I forced myself to look straight in the direction of the sea, a pocket of which could just be seen between the two dunes in front of us. The dunes reminded me of breasts, an association I deeply resented the second I had it. I could still feel her looking at me.

“You don’t trust women, do you?”

“Nor men,” I said, again truthfully.

She turned her head and blew a long cloud of smoke in the direction I was looking. “That’s a fair position to take, I suppose.”

“I don’t know if it is. Nor do I care.”

“Right.” She took another drag.

This time I turned my head and looked openly at her. She flicked the glowing ash from the cigarette with her fingernail and put the cigarette end neatly beside her in the sand. She seemed to consider getting up and leaving me to my strange antics and juvenile misanthropy. But something held her back. Curiosity? Boredom? Laziness? A motherly instinct? I don’t know, perhaps a bit of everything.

Instead of rising she stretched out in the sand and watched the clouds, as if I were not even there. I froze again, despite the heat. She just lay there without saying anything. Her level of comfort seemed to increase proportionately to my level of embarrassment.

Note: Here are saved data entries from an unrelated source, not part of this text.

"""Rating curves and figures at the stages a user asks for, for every transect of a
reach in one kernel call each (whole-section basis: area, perimeter and width of
all the connected water; discharge by the divided-channel method, Chow 1959, §6-9;
see :mod:`reachgauge.hydraulics.figures`)."""

from __future__ import annotations

from dataclasses import dataclass

import numpy as np
import pandas as pd

from reachgauge.hydraulics.figures import FIGURES, whole_section
from reachgauge.kernel import sections as K
from reachgauge.results import schema


@dataclass(frozen=True)
class RatingParams:
    """Depth step and top of the rating curves, and the user's stages (m).

    max_depth None: twice the reach's median bankfull depth. depths: depths above
    each transect's thalweg; elevations: water-surface elevations.
    """

    step: float = 0.1
    max_depth: float | None = None
    depths: tuple = ()
    elevations: tuple = ()


def rating_depths(params: RatingParams, median_bankfull_depth: float) -> np.ndarray:
    """Depths (m) of the rating curves: 0, step, ... up to the top depth."""
    med = median_bankfull_depth if np.isfinite(median_bankfull_depth) else 1.0
    top = params.max_depth or max(2.0 * med, params.step)
    return np.arange(0.0, top + 0.5 * params.step, params.step)


def figure_table(p: K.Profiles, rid: str, chainage, stages, slope, n, banks, ok,
                 columns=FIGURES) -> pd.DataFrame:
    """One row per (valid transect, stage) of ``stages`` (t, k): ``columns`` of the
    whole-section figures, with reach_id, station and chainage first."""
    rows = np.nonzero(ok)[0]
    if rows.size == 0:
        return pd.DataFrame(columns=["reach_id", "station", "chainage", *columns])
    sub = p.take(rows)
    got = whole_section(sub, stages[rows], slope[rows], n[rows], banks[rows])
    k = stages.shape[1]
    table = {"reach_id": rid, "station": np.repeat(rows, k),
             "chainage": np.repeat(np.asarray(chainage, float)[rows], k)}
    table.update({c: got[c].ravel() for c in columns})
    return pd.DataFrame(table)


def rating_table(p: K.Profiles, rid: str, chainage, depths, slope, n, banks, ok) -> pd.DataFrame:
    """Rating curves of every valid transect at ``depths`` above its thalweg, plus
    the reach's median curve (station -1: the median of each figure over the
    transects at each depth, staged on the median thalweg)."""
    cols = [c for c in schema.RATING_FIELDS if c not in ("reach_id", "station", "chainage",
                                                         "discharge_p10", "discharge_p90")]
    stages = p.thalweg[:, None] + np.asarray(depths)[None, :]
    table = figure_table(p, rid, chainage, stages, slope, n, banks, ok, cols)
    if not ok.any():
        return table
    med = table.groupby("depth", sort=True).median(numeric_only=True).reset_index()
    med["reach_id"], med["station"], med["chainage"] = rid, -1, np.nan
    med["stage"] = float(np.median(p.thalweg[ok])) + med["depth"]
    med["spills"] = False
    return pd.concat([table, med[table.columns]], ignore_index=True)


def stage_table(p: K.Profiles, rid: str, chainage, params: RatingParams, slope, n, banks, ok
                ) -> pd.DataFrame:
    """Figures at the user's depths and elevations, one row per (transect, request)."""
    requests = [(f"depth {d:g}", p.thalweg + d) for d in params.depths]
    requests += [(f"elevation {e:g}", np.full(p.count, float(e))) for e in params.elevations]
    cols = [c for c in schema.STAGE_FIELDS if c not in ("reach_id", "station", "chainage",
                                                        "request")]
    if not requests:
        return pd.DataFrame(columns=list(schema.STAGE_FIELDS))
    st = np.stack([r[1] for r in requests], axis=1)
    table = figure_table(p, rid, chainage, st, slope, n, banks, ok, cols)
    table.insert(3, "request", np.tile([r[0] for r in requests], int(ok.sum())))
    return table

When I finally found the courage to turn my head again, her eyes were closed. I watched her for quite some time. Suddenly she said, without opening her eyes:

“Where do you stay?”

“At the campsite”, I replied. “It’s about half an hour away from here. Do you know it?”

She smiled at my sudden chattiness, which arose from my relief that she had not fallen asleep next to me.

She nodded. “I know it.”

Then, after another pause which seemed to last forever:

“Ever go into town?”

“Just occasionally. To get supplies. I don’t like it particularly. It’s not very pretty.”

Suddenly she rose, which gave me quite a start. She grabbed her bag, put the cigarette butt into one of the side pockets and shook her head like a model in a shampoo advertisement. The hair didn’t really do what it was supposed to do though, because there was too much sea salt in it.

“Well, I might see you around”, she said casually and took a few lazy steps up the slope.

At the top she turned around.

“Although I’m not sure I’d recognise you.”

“You would”, I said with sudden confidence.

“I guess you’re right.” She smiled again. “It was nice almost meeting you.”

I nodded but didn’t say anything.

“And really nice watching you doing, well, whatever it was that you were doing.”

“Schnitzelling”, I said.

“Right.” She laughed heartily, turned round and left.

I was relieved. But shortly after, I was sorry and remembered all the things I could have said. Then I hated myself for falling into the same trap as every other human being with testicles and knew it would take quite a while to get her out of my system.

But it didn’t matter.

Nothing mattered, because I had all the time in the world.